(Saved data entries)
[Start of section]

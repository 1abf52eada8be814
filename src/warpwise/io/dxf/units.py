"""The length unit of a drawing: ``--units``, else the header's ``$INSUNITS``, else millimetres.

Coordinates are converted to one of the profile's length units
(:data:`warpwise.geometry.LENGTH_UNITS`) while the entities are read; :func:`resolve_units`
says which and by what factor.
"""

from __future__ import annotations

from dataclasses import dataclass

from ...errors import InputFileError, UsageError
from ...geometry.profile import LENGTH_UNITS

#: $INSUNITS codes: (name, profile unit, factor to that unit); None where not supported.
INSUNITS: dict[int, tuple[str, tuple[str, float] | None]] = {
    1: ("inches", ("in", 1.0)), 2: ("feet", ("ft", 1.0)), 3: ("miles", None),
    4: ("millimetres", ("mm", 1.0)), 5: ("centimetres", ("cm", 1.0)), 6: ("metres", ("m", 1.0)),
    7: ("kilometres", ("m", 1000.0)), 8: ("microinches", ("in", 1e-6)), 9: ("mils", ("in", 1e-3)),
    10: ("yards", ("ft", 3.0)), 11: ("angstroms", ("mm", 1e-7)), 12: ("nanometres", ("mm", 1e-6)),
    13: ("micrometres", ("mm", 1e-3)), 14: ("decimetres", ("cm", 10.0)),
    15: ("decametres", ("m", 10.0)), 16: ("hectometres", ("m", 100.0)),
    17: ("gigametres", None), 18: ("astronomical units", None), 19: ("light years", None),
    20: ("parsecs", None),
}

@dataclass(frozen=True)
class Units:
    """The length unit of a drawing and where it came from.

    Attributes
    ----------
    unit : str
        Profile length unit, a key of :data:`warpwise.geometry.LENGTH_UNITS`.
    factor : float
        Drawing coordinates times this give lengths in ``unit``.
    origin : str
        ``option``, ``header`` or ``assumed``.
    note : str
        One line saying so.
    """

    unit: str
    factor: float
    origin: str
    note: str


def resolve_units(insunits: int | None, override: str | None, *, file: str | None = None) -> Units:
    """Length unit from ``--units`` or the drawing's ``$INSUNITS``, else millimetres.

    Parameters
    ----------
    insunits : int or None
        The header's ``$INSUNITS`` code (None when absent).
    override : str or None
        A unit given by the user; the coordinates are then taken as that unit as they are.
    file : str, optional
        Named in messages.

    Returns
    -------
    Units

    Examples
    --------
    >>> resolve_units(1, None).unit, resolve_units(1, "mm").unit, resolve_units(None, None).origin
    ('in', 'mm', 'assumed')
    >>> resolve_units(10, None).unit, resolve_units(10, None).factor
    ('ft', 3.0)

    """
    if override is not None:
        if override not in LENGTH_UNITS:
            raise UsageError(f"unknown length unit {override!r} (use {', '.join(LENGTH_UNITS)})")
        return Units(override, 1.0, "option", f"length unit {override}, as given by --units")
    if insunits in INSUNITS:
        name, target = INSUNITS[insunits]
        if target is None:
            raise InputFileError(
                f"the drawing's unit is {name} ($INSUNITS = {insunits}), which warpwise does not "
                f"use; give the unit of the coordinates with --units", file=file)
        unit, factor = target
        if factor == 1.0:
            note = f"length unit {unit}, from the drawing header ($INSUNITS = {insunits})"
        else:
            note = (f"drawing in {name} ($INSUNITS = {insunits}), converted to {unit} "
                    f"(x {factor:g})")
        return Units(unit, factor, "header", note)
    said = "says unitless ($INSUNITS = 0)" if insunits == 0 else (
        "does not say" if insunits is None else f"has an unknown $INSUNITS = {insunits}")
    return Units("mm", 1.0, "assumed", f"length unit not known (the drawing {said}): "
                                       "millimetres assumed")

[End of section]
[Start of section]

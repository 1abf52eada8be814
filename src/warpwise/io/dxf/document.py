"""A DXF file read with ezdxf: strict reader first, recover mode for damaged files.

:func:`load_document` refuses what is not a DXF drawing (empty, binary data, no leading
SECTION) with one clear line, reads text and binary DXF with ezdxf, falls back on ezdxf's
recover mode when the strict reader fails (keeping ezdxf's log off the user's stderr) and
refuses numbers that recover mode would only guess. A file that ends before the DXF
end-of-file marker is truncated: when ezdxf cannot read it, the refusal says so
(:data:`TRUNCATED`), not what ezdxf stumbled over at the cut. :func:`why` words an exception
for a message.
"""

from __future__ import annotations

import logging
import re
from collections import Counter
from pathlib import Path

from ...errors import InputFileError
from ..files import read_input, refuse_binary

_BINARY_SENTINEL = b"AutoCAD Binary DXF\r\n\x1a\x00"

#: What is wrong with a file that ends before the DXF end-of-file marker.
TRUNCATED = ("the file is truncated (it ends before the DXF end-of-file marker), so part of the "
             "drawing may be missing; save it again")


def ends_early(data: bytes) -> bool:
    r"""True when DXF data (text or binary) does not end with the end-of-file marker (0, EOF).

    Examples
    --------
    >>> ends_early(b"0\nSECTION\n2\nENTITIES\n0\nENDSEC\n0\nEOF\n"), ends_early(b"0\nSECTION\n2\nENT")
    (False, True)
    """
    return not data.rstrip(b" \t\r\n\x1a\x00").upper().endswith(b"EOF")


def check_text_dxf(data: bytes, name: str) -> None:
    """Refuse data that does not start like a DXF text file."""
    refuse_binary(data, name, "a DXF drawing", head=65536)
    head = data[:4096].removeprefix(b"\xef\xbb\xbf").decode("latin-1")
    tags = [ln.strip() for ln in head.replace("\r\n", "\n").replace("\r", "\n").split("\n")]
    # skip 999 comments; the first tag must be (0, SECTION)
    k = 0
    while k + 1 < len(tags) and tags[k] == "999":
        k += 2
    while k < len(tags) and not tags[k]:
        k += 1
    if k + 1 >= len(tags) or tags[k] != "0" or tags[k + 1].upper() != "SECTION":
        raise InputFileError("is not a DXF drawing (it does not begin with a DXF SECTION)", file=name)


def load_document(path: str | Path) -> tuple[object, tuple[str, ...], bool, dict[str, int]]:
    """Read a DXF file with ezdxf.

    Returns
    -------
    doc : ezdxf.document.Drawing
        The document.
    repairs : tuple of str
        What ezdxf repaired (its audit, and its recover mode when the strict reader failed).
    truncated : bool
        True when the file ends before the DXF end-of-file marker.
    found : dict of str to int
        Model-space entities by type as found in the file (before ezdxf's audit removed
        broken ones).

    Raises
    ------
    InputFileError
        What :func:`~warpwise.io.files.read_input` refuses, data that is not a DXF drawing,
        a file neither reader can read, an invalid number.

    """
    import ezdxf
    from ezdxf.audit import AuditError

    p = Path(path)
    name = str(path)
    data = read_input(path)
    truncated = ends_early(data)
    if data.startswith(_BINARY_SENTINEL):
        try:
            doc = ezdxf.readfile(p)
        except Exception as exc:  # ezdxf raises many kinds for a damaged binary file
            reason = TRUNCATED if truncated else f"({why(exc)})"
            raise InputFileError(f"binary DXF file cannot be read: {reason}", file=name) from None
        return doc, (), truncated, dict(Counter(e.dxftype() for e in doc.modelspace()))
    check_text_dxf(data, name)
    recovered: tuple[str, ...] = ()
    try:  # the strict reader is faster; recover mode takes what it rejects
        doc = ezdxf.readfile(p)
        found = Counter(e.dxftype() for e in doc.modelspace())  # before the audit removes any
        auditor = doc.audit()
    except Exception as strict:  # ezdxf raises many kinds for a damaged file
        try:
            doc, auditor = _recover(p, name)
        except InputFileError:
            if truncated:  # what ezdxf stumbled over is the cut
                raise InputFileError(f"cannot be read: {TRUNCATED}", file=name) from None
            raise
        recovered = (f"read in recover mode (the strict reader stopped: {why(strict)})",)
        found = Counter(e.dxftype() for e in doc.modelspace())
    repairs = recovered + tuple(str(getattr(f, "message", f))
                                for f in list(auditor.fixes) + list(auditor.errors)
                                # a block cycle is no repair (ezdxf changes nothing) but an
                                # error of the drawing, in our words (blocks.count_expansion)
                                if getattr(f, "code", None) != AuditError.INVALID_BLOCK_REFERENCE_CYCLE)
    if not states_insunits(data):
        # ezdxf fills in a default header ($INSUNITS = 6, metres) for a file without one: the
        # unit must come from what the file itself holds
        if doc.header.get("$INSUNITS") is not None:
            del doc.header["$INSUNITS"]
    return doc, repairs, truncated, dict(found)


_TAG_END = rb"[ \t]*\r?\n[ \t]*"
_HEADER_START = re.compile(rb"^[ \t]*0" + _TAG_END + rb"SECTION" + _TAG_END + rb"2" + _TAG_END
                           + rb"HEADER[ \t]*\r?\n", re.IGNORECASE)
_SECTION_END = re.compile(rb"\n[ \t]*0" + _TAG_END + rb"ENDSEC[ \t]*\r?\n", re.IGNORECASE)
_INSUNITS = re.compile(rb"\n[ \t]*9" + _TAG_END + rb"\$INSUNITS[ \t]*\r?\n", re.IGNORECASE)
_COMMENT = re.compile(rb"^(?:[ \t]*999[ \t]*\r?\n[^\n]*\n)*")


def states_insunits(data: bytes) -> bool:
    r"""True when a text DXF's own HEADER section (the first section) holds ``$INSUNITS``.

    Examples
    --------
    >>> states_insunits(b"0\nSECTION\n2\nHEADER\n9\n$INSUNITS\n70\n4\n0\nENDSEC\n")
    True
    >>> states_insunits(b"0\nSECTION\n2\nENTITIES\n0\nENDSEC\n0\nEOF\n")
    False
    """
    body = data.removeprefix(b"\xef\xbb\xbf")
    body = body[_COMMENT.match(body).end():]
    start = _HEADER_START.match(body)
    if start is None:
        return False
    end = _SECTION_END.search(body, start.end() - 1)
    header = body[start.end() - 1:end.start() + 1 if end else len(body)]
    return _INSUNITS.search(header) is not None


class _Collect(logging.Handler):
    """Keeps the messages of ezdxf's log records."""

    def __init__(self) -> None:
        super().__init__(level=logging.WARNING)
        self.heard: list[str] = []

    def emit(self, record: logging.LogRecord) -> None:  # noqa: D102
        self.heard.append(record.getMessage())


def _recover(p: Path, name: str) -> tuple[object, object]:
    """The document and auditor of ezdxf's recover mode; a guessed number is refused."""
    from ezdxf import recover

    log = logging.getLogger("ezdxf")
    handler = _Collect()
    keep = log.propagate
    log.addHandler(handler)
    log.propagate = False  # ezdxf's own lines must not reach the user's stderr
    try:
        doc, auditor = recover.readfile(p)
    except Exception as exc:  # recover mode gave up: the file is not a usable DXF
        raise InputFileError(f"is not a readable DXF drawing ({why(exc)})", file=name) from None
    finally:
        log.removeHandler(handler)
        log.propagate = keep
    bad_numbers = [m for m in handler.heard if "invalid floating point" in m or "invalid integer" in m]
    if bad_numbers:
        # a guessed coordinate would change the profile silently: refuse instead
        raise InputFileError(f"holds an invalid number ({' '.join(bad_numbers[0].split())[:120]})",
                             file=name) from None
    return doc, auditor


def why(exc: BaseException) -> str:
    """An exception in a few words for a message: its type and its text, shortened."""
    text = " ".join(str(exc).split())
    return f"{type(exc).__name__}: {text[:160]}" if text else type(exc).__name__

[End of section]

# DIRECTIONS FOR THIS TASK:
All lines in the data that contain the word "says" should be copied.

# ANSWER AREA:
says which and by what factor.
    said = "says unitless ($INSUNITS = 0)" if insunits == 0 else (
end-of-file marker is truncated: when ezdxf cannot read it, the refusal says so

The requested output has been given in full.